Hope and Other Punch Lines(37)
“Why are we doing this?” I turn to face him. His eyes are now dry. I suspect he wiped them on his sleeve, as I did mine. I wonder what he looks like without the protection of his glasses. If his big, kind eyes seem even bigger. “I mean really? Why?”
“Which this? Me eating this whole bag of Oreos? I may not even share.”
“Come on. This, as in ripping open old wounds. This, as in blackmailing me to do it with you.” I’m full of big questions today.
My picture hangs above Sheila’s toilet. She chooses to remember every single damn morning when she looks in the mirror. To take the worst thing that ever happened to her and transform it into something powerful and productive. To become a better person.
I’m not sure I am strong enough to do that.
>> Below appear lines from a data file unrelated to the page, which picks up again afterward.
import { chanceCacheOr, type ChanceCache } from './chance-cache.js';
import { fftConvolve, type Twiddles } from './fft-convolution.js';

/**
 * The box "no shard reaches its threshold" in the normal limit of the multinomial, for few
 * shards and huge totals, where Levin's box is out of reach (its cut laws stay skewed and
 * the exact convolution is too long).
 *
 * After centring at N p_i and scaling by sqrt(N), the counts tend to a normal vector with
 * the multinomial covariance diag(p) - p p^T (central limit theorem for sums of independent
 * one-hot vectors). That vector is the law of independent U_i ~ N(0, p_i) given sum U_i = 0
 * (conditioning independent normals on their sum leaves covariance diag(p) - p p^T / sum p),
 * so
 *   P(all U_i < c_i | sum U = 0) = h(0) / phi_V(0),   V = sum p_i,
 * where h is the convolution of the cut densities phi_{p_i}(u) 1{u < c_i} and phi_V the
 * normal density of the sum.
 *
 * Numerics: each cut density is sampled on a lattice of step d aligned with its cut (the
 * cut point with weight 1/2), the samples are convolved (FFT), and h(0) is read at a lattice
 * point (d divides the sum of the cuts, so no interpolation). Sampling a normal density on a
 * lattice loses only
 * exp(-2 pi^2 sd^2 / d^2) (Poisson summation), so the error is the trapezoid's end term at
 * each cut, an even power series in d (Euler-Maclaurin); three steps sd/8, sd/16, sd/32 and
 * Richardson extrapolation remove the d^2 and d^4 terms, and the last correction is the
 * estimate of what remains.
 *
 * Continuity: "X_i <= k - 1" is taken as U_i < (k - 1/2 - N p_i) / sqrt(N). What the normal
 * limit leaves out is the multinomial's lattice Edgeworth expansion beyond its leading term
 * (Bhattacharya and Rao 1976, "Normal Approximation and Asymptotic Expansions", ch. 5): a
 * skewness term of order (1 + z^3) / sqrt(N p (1 - p)) relative for a cut z standard
 * deviations out, and a lattice term of order 1 / (N p). The caller adds that estimate
 * (extreme-load.ts); at N p = 3e11 and z = 1.5 it is about 3e-5.
 */

/** A shard: its share p (of a total of 1) and its cut c (in units of sqrt(N)). */
export interface NormalCut {
  readonly share: number;
  readonly cut: number;
}

/** P(all U_i < c_i | sum U_i = 0), with its estimated absolute numeric error. */
export interface NormalBox {
  readonly probability: number;
  readonly numericError: number;
}

/** Standard deviations kept on each side: the normal density is below 1e-36 beyond. */
const REACH = 13;

/**
 * The box at lattice step sum(tops) / steps: the sampled convolution read at sum 0, which
 * is the lattice point `steps` (every cut and the reading on the lattice, no interpolation).
 */
function boxAtStep(
  cuts: readonly NormalCut[],
  tops: readonly number[],
  steps: number,
  twiddles: (n: number) => Twiddles,
): number {
  const top = tops.reduce((s, t) => s + t, 0);
  const step = top / steps;
  let product: Float64Array | null = null;
  // product[i] holds the partial sum (sum of the tops so far) - (i + dropped) * step.
  let dropped = 0;
  for (let k = 0; k < cuts.length; k++) {
    const sd = Math.sqrt(cuts[k].share);
    const length = Math.floor((tops[k] + REACH * sd) / step) + 1;
    const samples = new Float64Array(length);
    const scale = step / (sd * Math.sqrt(2 * Math.PI));
    for (let j = 0; j < length; j++) {
      const z = (tops[k] - j * step) / sd;
      samples[j] = scale * Math.exp(-0.5 * z * z);
    }
    samples[0] /= 2;
    product = product === null ? samples : fftConvolve(product, samples, twiddles);
    // Ends below 1e-40 of the peak are dropped (the sum's law is near normal: they are its
    // far tails, and FFT noise there anyway).
    let peak = 0;
    for (const v of product) peak = Math.max(peak, v);
    let first = 0;
    let last = product.length;
    while (first < last && product[first] < 1e-40 * peak) first++;
    while (last > first && product[last - 1] < 1e-40 * peak) last--;
    dropped += first;
    product = product.subarray(first, last);
  }
  const at = steps - dropped;
  if (product === null || at < 0 || at >= product.length) return 0;
  const variance = cuts.reduce((s, c) => s + c.share, 0);
  const densityAtZero = 1 / Math.sqrt(2 * Math.PI * variance);
  return Math.min(1, Math.max(0, product[at] / step / densityAtZero));
}

/** Steps per smallest standard deviation at the finest of the three lattices. */
const FINEST = 32;

/**
 * Length of the finest lattice's full convolution (sum over shards of 2 REACH sd_i / step),
 * which the cost follows (m FFT convolutions up to that length, three times).
 */
export function normalBoxPoints(cuts: readonly NormalCut[]): number {
  const smallest = Math.sqrt(Math.min(...cuts.map((c) => c.share)));
  return cuts.reduce((n, c) => n + (2 * REACH * FINEST * Math.sqrt(c.share)) / smallest, 0);
}

/**
 * P(all U_i < c_i | sum U_i = 0) for independent U_i ~ N(0, p_i), two cuts or more.
 * Cost: three chains of m FFT convolutions, the longest about 26 * 32 * sqrt(sum p / p_min)
 * points (a few milliseconds for 3 shards). The FFT twiddle tables come from `cache`
 * (without one, the default: chance-cache.ts).
 * Example: two shards of share 1/2 with cuts 0.1 and 0.1: U_1 = -U_2 ~ N(0, 1/4), so the
 * box is P(|U_1| < 0.1) = 2 Phi(0.2) - 1 = 0.15851.
 */
export function normalBox(cuts: readonly NormalCut[], cache?: ChanceCache): NormalBox {
  const smallest = Math.sqrt(Math.min(...cuts.map((c) => c.share)));
  // A cut beyond the reach changes nothing: the lattice starts at the reach instead (its
  // half weight there is below the density's 1e-36).
  const tops = cuts.map((c) => Math.min(c.cut, REACH * Math.sqrt(c.share)));
  const top = tops.reduce((s, t) => s + t, 0);
  // The sum of the U_i is 0 while each stays below its cut: impossible unless the cuts sum above 0.
  if (!(top > 0)) return { probability: 0, numericError: 0 };
  // The lattice step divides the cuts' sum: a sum far below the smallest standard deviation
  // would ask for a lattice too fine to afford. Not computed (the box is then below about
  // (8 sum / sd)^(m-1), its complement near 1).
  if (top < smallest / 8) return { probability: NaN, numericError: Infinity };
  const steps = Math.ceil((8 * top) / smallest);
  const twiddles = chanceCacheOr(cache).twiddles;
  const q = [1, 2, 4].map((n) => boxAtStep(cuts, tops, n * steps, twiddles));
  // Errors a d^2 + b d^4 + ...: two Richardson steps.
  const r1 = (4 * q[1] - q[0]) / 3;
  const r2 = (4 * q[2] - q[1]) / 3;
  const r = (16 * r2 - r1) / 15;
  return {
    probability: Math.min(1, Math.max(0, r)),
    numericError: Math.abs(r - r2) + 1e-14,
  };
}
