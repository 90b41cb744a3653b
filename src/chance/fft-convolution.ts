/**
 * Convolution of two non-negative sequences by the fast Fourier transform
 * (Cooley and Tukey 1965, "An algorithm for the machine calculation of complex Fourier
 * series", Math. Comp. 19), for the exact branch of the box probabilities when the
 * supports are too wide for the direct O(n m) product.
 *
 * Error: each output carries an absolute error of about 1e-16 * log2(n) times the largest
 * output, so values near the peak (which is where the box probability reads its answer,
 * the saddle point putting N at the centre) keep about 14 digits; values far below the
 * peak are noise and are clamped at 0. Cost O(n log n) for output length n.
 * `twiddles` gives the tables of a transform size (by default computed afresh, O(n); a
 * ChanceCache's `twiddles` keeps them).
 * Example: fftConvolve([1, 1], [1, 1]) = [1, 2, 1].
 */
export function fftConvolve(
  a: Float64Array,
  b: Float64Array,
  twiddles: (n: number) => Twiddles = twiddleTables,
): Float64Array {
  const length = a.length + b.length - 1;
  let size = 1;
  while (size < length) size <<= 1;
  const aRe = new Float64Array(size);
  const aIm = new Float64Array(size);
  const bRe = new Float64Array(size);
  const bIm = new Float64Array(size);
  aRe.set(a);
  bRe.set(b);
  const tables = twiddles(size);
  transform(aRe, aIm, false, tables);
  transform(bRe, bIm, false, tables);
  for (let i = 0; i < size; i++) {
    const re = aRe[i] * bRe[i] - aIm[i] * bIm[i];
    const im = aRe[i] * bIm[i] + aIm[i] * bRe[i];
    aRe[i] = re;
    aIm[i] = im;
  }
  transform(aRe, aIm, true, tables);
  const out = new Float64Array(length);
  for (let i = 0; i < length; i++) {
    const v = aRe[i] / size;
    out[i] = v > 0 ? v : 0;
  }
  return out;
}

/** cos and sin of 2 pi k / n for k < n / 2, the twiddle factors of a transform of size n. */
export interface Twiddles {
  readonly cosTable: Float64Array;
  readonly sinTable: Float64Array;
}

/**
 * The twiddle tables of size n, each entry from Math.cos/sin (no drifting recurrence). A
 * pure function of n: fftConvolve takes a source of them, so that a caller repeating sizes
 * (a box's convolutions) keeps them in its ChanceCache (chance-cache.ts). O(n).
 */
export function twiddleTables(n: number): Twiddles {
  const cosTable = new Float64Array(n / 2);
  const sinTable = new Float64Array(n / 2);
  for (let k = 0; k < n / 2; k++) {
    const angle = (2 * Math.PI * k) / n;
    cosTable[k] = Math.cos(angle);
    sinTable[k] = Math.sin(angle);
  }
  return { cosTable, sinTable };
}

/** In-place iterative radix-2 transform; twiddles from Math.cos/sin per index (no drifting recurrence). */
function transform(
  re: Float64Array,
  im: Float64Array,
  inverse: boolean,
  { cosTable, sinTable }: Twiddles,
): void {
  const n = re.length;
  for (let i = 1, j = 0; i < n; i++) {
    let bit = n >> 1;
    for (; j & bit; bit >>= 1) j ^= bit;
    j ^= bit;
    if (i < j) {
      let t = re[i];
      re[i] = re[j];
      re[j] = t;
      t = im[i];
      im[i] = im[j];
      im[j] = t;
    }
  }
  const sign = inverse ? 1 : -1;
  for (let len = 2; len <= n; len <<= 1) {
    const half = len >> 1;
    const stride = n / len;
    for (let start = 0; start < n; start += len) {
      for (let k = 0; k < half; k++) {
        const wr = cosTable[k * stride];
        const wi = sign * sinTable[k * stride];
        const i = start + k;
        const j = i + half;
        const xr = re[j] * wr - im[j] * wi;
        const xi = re[j] * wi + im[j] * wr;
        re[j] = re[i] - xr;
        im[j] = im[i] - xi;
        re[i] += xr;
        im[i] += xi;
      }
    }
  }
}
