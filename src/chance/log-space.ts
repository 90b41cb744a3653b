/**
 * Log-space arithmetic shared by the chance engine. Probabilities travel as natural
 * logarithms so that tails far below the smallest double stay representable and
 * both tails (near 0 and near 1) keep their relative precision.
 */

/** The smallest probability reported as a number; anything below is reported as this bound. */
export const PROBABILITY_FLOOR = 1e-300;
/** Natural log of {@link PROBABILITY_FLOOR}. */
export const LOG_PROBABILITY_FLOOR = Math.log(PROBABILITY_FLOOR);

/**
 * log(exp(a) + exp(b)) without overflow or underflow.
 * O(1). Example: logAddExp(Math.log(0.25), Math.log(0.5)) === Math.log(0.75) (to rounding).
 */
export function logAddExp(a: number, b: number): number {
  if (a === -Infinity) return b;
  if (b === -Infinity) return a;
  const high = a > b ? a : b;
  const low = a > b ? b : a;
  return high + Math.log1p(Math.exp(low - high));
}

/**
 * log(1 - exp(x)) for x <= 0, the complement of a probability given by its log.
 * Uses the two-branch rule of Maechler (2012), "Accurately computing log(1 - exp(-|a|))",
 * which keeps full relative precision for x near 0 and for x very negative.
 * O(1). Example: log1mExp(Math.log(0.25)) === Math.log(0.75) (to rounding).
 */
export function log1mExp(x: number): number {
  if (x > 0) return NaN;
  if (x === 0) return -Infinity;
  return x > -Math.LN2 ? Math.log(-Math.expm1(x)) : Math.log1p(-Math.exp(x));
}

/**
 * A probability from its log, clamped to the reporting floor so that a possible event is
 * never reported as 0 and an impossible one is exactly 0.
 * O(1). Example: probabilityFromLog(-800) === 1e-300; probabilityFromLog(-Infinity, false) === 0
 * (impossible), while a possible event whose log underflowed to -Infinity still reads 1e-300.
 */
export function probabilityFromLog(logP: number, possible = true): number {
  if (logP === -Infinity && !possible) return 0;
  if (!(logP > LOG_PROBABILITY_FLOOR)) return PROBABILITY_FLOOR;
  const p = Math.exp(logP);
  return p > 1 ? 1 : p;
}

/**
 * log(exp(a) - exp(b)) for a >= b, without leaving log space.
 * O(1). Example: logDifference(Math.log(0.75), Math.log(0.25)) === Math.log(0.5) (to rounding).
 */
export function logDifference(a: number, b: number): number {
  if (b === -Infinity) return a;
  return a + log1mExp(Math.min(0, b - a));
}
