/**
 * The fullest and emptiest shards' tails for many weighted shards, from share sweeps
 * (share-sweep/) instead of one tail per distinct share; the branches and switch-overs are
 * those of anyShardTail (extreme-load.ts) for many groups.
 */
import { edgeworthBoxFromSums, type BoxOptions, type BoxProbability } from './box-probability.js';
import { chanceCacheOr, type ChanceCache } from './chance-cache.js';
import {
  firstTermAlone,
  LOG_NEGLIGIBLE_S1,
  MANY_GROUPS_SWITCH,
  pairEstimatedTail,
  tailFromComplement,
  type Side,
  type TailProbability,
} from './extreme-load.js';
import { sweepCuts } from './share-sweep/cut-sums.js';
import {
  PRUNE_EXACT,
  PRUNE_QUICK,
  thresholdAt,
  type ShareSweep,
} from './share-sweep/sorted-shares.js';
import { sweepTails, type TailSums } from './share-sweep/tail-sums.js';

/** Error allowed for the sweep's per-shard tails (interpolation and series, relative). */
const SWEEP_ERROR = 2e-8;

/**
 * The same question for many weighted shards, answered from share sweeps (share-sweep/)
 * instead of one tail per distinct share: S1 and the pair estimate from a binomial sweep;
 * the complement from Poisson sweeps at Levin's rate and the Edgeworth step. The branches
 * and switch-overs are anyShardTail's for many groups. Null when a sweep refuses (the
 * caller then asks anyShardTail). O(m) per sweep, about 1-4 sweeps.
 */
export function sweptShardTail(
  side: Side,
  sweep: ShareSweep,
  relative: number,
  options: BoxOptions = {},
): TailProbability | null {
  const total = sweep.total;
  // A threshold of 0 on side high (a load within rounding of 0 on the smallest share): that
  // shard surely reaches it.
  if (side === 'high' && thresholdAt('high', relative * (total * sweep.shares[0])) <= 0)
    return { logProbability: 0, method: 'certain', relativeError: 0 };
  // A single question (not a search, which asks about extreme levels) is most often about a
  // load whose tail is not small: the Poisson sweep of the complement then also decides the
  // regime (its tail sum is S1's Poisson twin, within about 1e-4 of it), and the binomial
  // sweep is needed only when that sum is small.
  if (options.quick === undefined && !options.firstOrder) {
    const first = sweptComplementBox(side, sweep, relative);
    if (first === null) return null;
    if (first.tailSum > MANY_GROUPS_SWITCH) return tailFromComplement(first.box);
  }
  // A quick first-order bound (bracketing only) prunes the walk more tightly.
  const sums = lastTails(
    side,
    sweep,
    relative,
    options.firstOrder && options.quick ? PRUNE_QUICK : PRUNE_EXACT,
    chanceCacheOr(options.cache),
  );
  // Sums that are not numbers (seen on 5000 equal shares beside one of 2e-13 at N = 1e12,
  // 25 times the fair share, where the sweep's terms underflow): the sweep refuses.
  if (sums === null || Number.isNaN(sums.logSum) || Number.isNaN(sums.logSumSquares)) return null;
  if (sums.certain) return { logProbability: 0, method: 'certain', relativeError: 0 };
  const logS1 = sums.logSum;
  if (logS1 === -Infinity)
    return { logProbability: -Infinity, method: 'impossible', relativeError: 0 };
  if (options.firstOrder)
    return { logProbability: logS1, method: 'first-order-bound', relativeError: Infinity };
  if (logS1 <= LOG_NEGLIGIBLE_S1) return firstTermAlone(logS1);
  if (Math.exp(logS1) <= MANY_GROUPS_SWITCH) {
    const [a, b] = sums.top;
    const pair = {
      groups: [
        { share: a.share, count: 1, threshold: a.threshold },
        { share: b.share, count: 1, threshold: b.threshold },
      ],
      logProduct: a.logTail + b.logTail,
    };
    return pairEstimatedTail(side, total, logS1, sums.logSumSquares, pair, options);
  }
  const none = sweptComplementBox(side, sweep, relative);
  return none === null ? null : tailFromComplement(none.box);
}

/**
 * The binomial sweep's sums, the latest kept in the cache (ChanceCache.latestTails): a
 * search asks for the same load quickly and accurately.
 */
function lastTails(
  side: Side,
  sweep: ShareSweep,
  relative: number,
  margin: number,
  cache: ChanceCache,
): TailSums | null {
  const latest = cache.latestTails;
  if (
    latest?.sweep === sweep &&
    latest.side === side &&
    latest.relative === relative &&
    latest.margin >= margin
  )
    return latest.sums;
  const sums = sweepTails(side, sweep, relative, margin);
  cache.latestTails = { sweep, side, relative, margin, sums };
  return sums;
}

/**
 * Levin's box "no shard reaches its threshold" from Poisson sweeps. The saddle point s
 * (E[W] = N) is one Newton step from s = N in log s (d E[W] / d log s = Var W): where that
 * step is tiny, the sums are carried to it to first order instead of being swept again,
 * since for the cut Poisson laws d kappa_r / d log s = kappa_(r+1) (an exponential family
 * in log s) and d(log mass) / d log s = -u0 (the sweep's own sum); the neglected second
 * order is below 1e-8. Otherwise Newton steps sweep again until E[W] is within 1e-3
 * standard deviations of N. Then the Edgeworth step. Null when a sweep refuses.
 */
function sweptComplementBox(
  side: Side,
  sweep: ShareSweep,
  relative: number,
): { box: BoxProbability; tailSum: number } | null {
  const total = sweep.total;
  const shareSum = sweep.prefix[sweep.shares.length];
  let logRate = Math.log(total);
  let tailSum = NaN;
  for (let step = 0; step < 8; step++) {
    const rate = Math.exp(logRate);
    const cuts = sweepCuts(side, sweep, relative, rate);
    if (cuts === null) return null;
    if (step === 0) tailSum = cuts.tailSum;
    if (cuts.empty)
      return {
        box: { logProbability: -Infinity, method: 'impossible', relativeError: 0 },
        tailSum: Infinity,
      };
    const kappa = cuts.cumulants;
    const gap = total - kappa[0];
    const variance = kappa[1];
    if (!(variance > 0)) return null;
    // Newton's last step is taken within a standard deviation of N (the Edgeworth density
    // holds there); further off, the sweep's cumulants have left their range (a cut many
    // standard deviations from the rate) and the sweep refuses.
    const settled = Math.abs(gap) <= 1e-3 * Math.sqrt(variance);
    if (settled || (step === 7 && Math.abs(gap) <= Math.sqrt(variance)))
      return {
        box: edgeworthBoxFromSums(total, rate * shareSum, cuts.logMassSum, kappa, SWEEP_ERROR),
        tailSum,
      };
    const delta = gap / variance;
    // Second-order terms: kappa_(r+2) delta^2 / 2 for the cumulants (kappa_1 moves by about
    // N delta^2 / 2, far inside 1e-3 sd), and d(sum u0)/dlog s delta^2 / 2 for the log mass,
    // where d u0 / dlog s is about u0 (2 elasticity + 1).
    if (
      cuts.uSpread * delta * delta <= 1e-8 &&
      (kappa[0] * delta * delta) / 2 <= 1e-4 * Math.sqrt(variance)
    ) {
      // kappa_6 stands in for kappa_7 (a cut Poisson law's cumulants are all near its mean).
      const moved = Float64Array.from(
        kappa,
        (k, r) => k + (r < 5 ? kappa[r + 1] : kappa[5]) * delta,
      );
      return {
        box: edgeworthBoxFromSums(
          total,
          Math.exp(logRate + delta) * shareSum,
          cuts.logMassSum - cuts.uSum * delta,
          moved,
          SWEEP_ERROR + cuts.uSpread * delta * delta,
        ),
        tailSum,
      };
    }
    logRate += delta;
  }
  return null;
}
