import { logPoissonAtLeast, logPoissonAtMost } from './tails.js';
import { logPoissonDensity } from './discrete-densities.js';

/**
 * A Poisson variable cut to one side: Y ~ Poisson(mean) conditioned on Y <= upper
 * (a ceiling on a shard's load) or on Y >= lower (a floor). These are the independent
 * pieces of Levin's (1981) representation of multinomial box probabilities.
 */
export interface OneSidedCut {
  /** Poisson mean before the cut. */
  readonly mean: number;
  /** Smallest allowed value (0 when there is no floor). */
  readonly lower: number;
  /** Largest allowed value (Infinity when there is no ceiling). */
  readonly upper: number;
}

/**
 * log P(lower <= Y <= upper) for a one-sided cut (or no cut).
 * O(1) calls to the Poisson tails. Example: cutLogMass({mean: 2, lower: 0, upper: 0}) = -2.
 */
export function cutLogMass(cut: OneSidedCut): number {
  if (cut.upper < Infinity) return logPoissonAtMost(cut.upper, cut.mean);
  if (cut.lower > 0) return logPoissonAtLeast(cut.lower, cut.mean);
  return 0;
}

/**
 * The first `order` cumulants of a one-sided truncated Poisson variable.
 *
 * Method: the cumulant generating function is K(t) = mean (e^t - 1) + G(mean e^t) - G(mean)
 * with G(mu) = log P_mu(cut). Writing u(t) = -dG/dt, the derivative rule of the Poisson
 * distribution function (dF_mu(b)/dmu = -P_mu(Y = b)) gives the Riccati equation
 *   du/dt = u (edge + 1 - mean e^t + u),
 * with edge = upper for a ceiling and edge = lower - 1 for a floor, and
 * u(0) = mean P(Y = upper) / P(Y <= upper) (ceiling) or -mean P(Y = lower-1) / P(Y >= lower)
 * (floor). Its Taylor coefficients follow by the usual power-series recursion, and
 * kappa_r = mean - (r - 1)! [t^(r-1)] u(t). This avoids the catastrophic cancellation of
 * turning factorial moments into cumulants when the mean is in the millions.
 * (Derivation ours; the factorial moments quoted in docs/model.md are the check in the tests.)
 * O(order^2) per call plus one density and one tail. Domain: any mean > 0.
 * Example: the cut {mean: 1, lower: 0, upper: 1} is Bernoulli(1/2): cumulants [0.5, 0.25, 0, ...].
 */
export function cutCumulants(cut: OneSidedCut, logMass: number, order = 6): Float64Array {
  const out = new Float64Array(order);
  const mean = cut.mean;
  let u0: number;
  let edge: number;
  if (cut.upper < Infinity) {
    edge = cut.upper;
    u0 = Math.exp(Math.log(mean) + logPoissonDensity(cut.upper, mean) - logMass);
  } else if (cut.lower > 0) {
    edge = cut.lower - 1;
    u0 = -Math.exp(Math.log(mean) + logPoissonDensity(cut.lower - 1, mean) - logMass);
  } else {
    out.fill(mean);
    return out;
  }
  // Taylor coefficients of u(t) and of mean * e^t.
  const u = new Float64Array(order);
  const mu = new Float64Array(order);
  u[0] = u0;
  let factorial = 1;
  for (let k = 0; k < order; k++) {
    if (k > 0) factorial *= k;
    mu[k] = mean / factorial;
  }
  for (let k = 0; k + 1 < order; k++) {
    let convMu = 0;
    let convU = 0;
    for (let j = 0; j <= k; j++) {
      convMu += mu[j] * u[k - j];
      convU += u[j] * u[k - j];
    }
    u[k + 1] = ((edge + 1) * u[k] - convMu + convU) / (k + 1);
  }
  factorial = 1;
  for (let r = 1; r <= order; r++) {
    if (r > 1) factorial *= r - 1;
    out[r - 1] = mean - factorial * u[r - 1];
  }
  return out;
}

/**
 * The conditional probability mass function of a one-sided cut over its effective support
 * (given the cut's log mass), with terms below `relativeFloor` times the peak dropped. Returned as the
 * first value's position and the values; at most `maxValue` is kept.
 * Built from the mode outwards with the ratio P(j+1)/P(j) = mean/(j+1), one log density
 * (Loader 2000) for the peak. O(width).
 * Example: {mean: 1, lower: 0, upper: 1} gives offset 0 and [0.5, 0.5].
 */
export function cutMassFunction(
  cut: OneSidedCut,
  logMass: number,
  maxValue: number,
  relativeFloor = 1e-40,
): { offset: number; values: Float64Array } {
  const low = cut.lower;
  const high = Math.min(cut.upper, maxValue);
  if (high < low) return { offset: low, values: new Float64Array(0) };
  const mode = Math.min(high, Math.max(low, Math.floor(cut.mean)));
  const logPeak = logPoissonDensity(mode, cut.mean);
  // Walk up and down from the mode until the terms fall below the floor.
  const up: number[] = [];
  let term = 1;
  for (let j = mode + 1; j <= high; j++) {
    term *= cut.mean / j;
    if (term < relativeFloor) break;
    up.push(term);
  }
  const down: number[] = [];
  term = 1;
  for (let j = mode; j > low; j--) {
    term *= j / cut.mean;
    if (term < relativeFloor) break;
    down.push(term);
  }
  const values = new Float64Array(down.length + 1 + up.length);
  // Scale by the peak's conditional probability, not by the kept sum: values above
  // maxValue are cut off here but still belong to the conditional law.
  const peak = Math.exp(logPeak - logMass);
  for (let i = 0; i < down.length; i++) values[down.length - 1 - i] = down[i] * peak;
  values[down.length] = peak;
  for (let i = 0; i < up.length; i++) values[down.length + 1 + i] = up[i] * peak;
  return { offset: mode - down.length, values };
}
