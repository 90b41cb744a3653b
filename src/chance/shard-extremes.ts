import type { BoxOptions } from './box-probability.js';
import {
  anyShardTail,
  sweptShardTail,
  type TailProbability,
  type ThresholdGroup,
} from './extreme-load.js';
import type { ChanceCache } from './chance-cache.js';
import { shareSweep, thresholdAt, type ShareSweep } from './share-sweep/sorted-shares.js';
import { roundingSlack, shareClasses, type Placement } from './placement.js';
import { logDifference } from './log-space.js';
import { logBinomialAtLeast } from './tails.js';

/**
 * The fullest and the emptiest shard of a window under random placement: tail
 * probabilities, quantiles (the chance ceiling and floor) and means, in relative load
 * r = x / (N p) (for equal shares, r = x m / N, so counts follow by multiplying by N/m).
 *
 * Exact questions map to integer thresholds per shard: "some r_i >= t" is
 * "some x_i >= ceil(t N p_i)", and "some r_i <= u" is "some x_i <= floor(u N p_i)".
 */

/** Tail levels up to this are bracketed with the first Bonferroni bound (weighted shares). */
const FIRST_ORDER_LEVEL = 0.03;

function groups(
  placement: Placement,
  relative: number,
  side: 'high' | 'low',
  cache: ChanceCache | undefined,
): ThresholdGroup[] {
  return shareClasses(placement, cache).map((c) => {
    const expected = placement.total * c.share;
    const scaled = relative * expected;
    const threshold =
      side === 'high'
        ? Math.ceil(scaled - roundingSlack(scaled))
        : Math.floor(scaled + roundingSlack(scaled));
    return { share: c.share, count: c.count, threshold };
  });
}

/**
 * P(max_i r_i >= relative) under H0, the fullest-shard p-value when `relative` is the
 * observed maximum. Single-step max-statistic adjusted p-value of a shard with relative load
 * r is fullestTail(placement, r).
 * Cost: O(distinct shares) tails and box probabilities. Error: relative <= 1e-3 on [1e-15, 1].
 * `options.cache` keeps the share classes, sweeps and tables for the next question about
 * the same shares (without one, the default: chance-cache.ts).
 * Example: fullestTail(makePlacement(23, 365), 2 * 365 / 23) = 0.5072972343239857.
 */
export function fullestTail(
  placement: Placement,
  relative: number,
  options: BoxOptions = {},
): TailProbability {
  if (placement.total === 0 || relative <= 0)
    return { logProbability: 0, method: 'certain', relativeError: 0 };
  const sweep = shareSweep(placement, options.cache);
  const swept = sweep && sweptShardTail('high', sweep, relative, options);
  if (swept) return swept;
  const tested = groups(placement, relative, 'high', options.cache);
  return anyShardTail('high', placement.total, tested, options);
}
I look at Noah, but he looks away.
“I won’t tell anyone you’re Baby Hope,” he says, so low I almost can’t hear him. Sheila gets up each day and laces up her black sneakers and takes a train into the city like a warrior heading into battle. And yet she’s leveled by the memory of holding her dead husband’s hands. I bet she, like me, dreams of empty boxes underground, of thick dust, of how the entire world can unravel in the span of a single minute.
All it takes is a tiny, inexplicable tear in the fabric of the moral universe.
I wonder if she ever looks at that Baby Hope photo and instead of remembering to be grateful, she gets angry about being left behind.
I wonder what Noah sees when he looks at that picture.
I wonder what tattoo he would really want to get.
I wonder why the hell we are doing this.
“I wouldn’t have sold you out. If you don’t want to do the rest of the interviews, I understand. I won’t tell anyone at camp either way. I was never going to,” he says. “I want you to know that.”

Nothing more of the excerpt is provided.